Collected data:
- - -

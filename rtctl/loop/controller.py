"""The running controller: a hot thread that only runs the compiled loop, a side thread for requests, and orderly ends.

The main thread never runs the loop. Every exit stops and joins the hot thread first, because it works in memory that Python owns.
Ctrl-C once ends the run with a commanded stop, twice is an e-stop; SIGTERM and SIGHUP end it too; so does an exception.
"""

import atexit
import gc
import signal
import threading
import time
from collections.abc import Callable
from types import FrameType
from typing import Any, Self

import numpy as np

from rtctl.blocks import INPUT, MEMORY, MODE_BRAKING, MODE_LIVE, MODE_NAMES, ROW, STATUS_SIMULATED, TORQUE
from rtctl.cycle import begin_memory
from rtctl.errors import ConfigError, Finding, RtctlError, SetupError
from rtctl.kernels.layout import new_block
from rtctl.loop.blocks import CONTROL, LEAVE_EXTRA_NS, LEFT, LOOP, PACING_NAMES
from rtctl.loop.control import ControlServer, Reply, control_path
from rtctl.loop.flags import Flags, flags_path
from rtctl.loop.handshake import wait_for_driver
from rtctl.loop.live import run_loop
from rtctl.loop.machine import Machine, choose_cores, fifo_permitted, prepare_hot_thread, priority_finding
from rtctl.loop.plan import LoopPlan, check_endpoints
from rtctl.loop.startup import HotLink, compile_loop, compiled_signatures, warm_up
from rtctl.loop.status import explain, status_of, why_no_start

SIDE_PERIOD_MS = 5  # heartbeat of the side thread
LOOK_S = 0.02  # between two looks of `wait`
IO_PRIORITY_BELOW = 10  # the hot I/O thread's priority stands below the loop's by this
WARM_UP_MAX_S = 60.0
JOIN_EXTRA_S = 2.0
STOP_WORDS = {2: "stop", 1: "stop_release"}  # stop category of IEC 60204-1 to the word of the flag file

_LOST: list[Any] = []  # memory of a hot thread that could not be joined: kept as long as the process lives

- - -

REQUIREMENT: Reproduce, character for character, only the lines of the preceding data that start at the line with "from rtctl.loop.live import run_loop" and end at the line with "from rtctl.loop.status import", both included.

OUTPUT FOR THIS EXERCISE:
from rtctl.loop.live import run_loop
from rtctl.loop.machine import Machine, choose_cores, fifo_permitted, prepare_hot_thread, priority_finding
from rtctl.loop.plan import LoopPlan, check_endpoints
from rtctl.loop.startup import HotLink, compile_loop, compiled_signatures, warm_up
from rtctl.loop.status import explain, status_of, why_no_start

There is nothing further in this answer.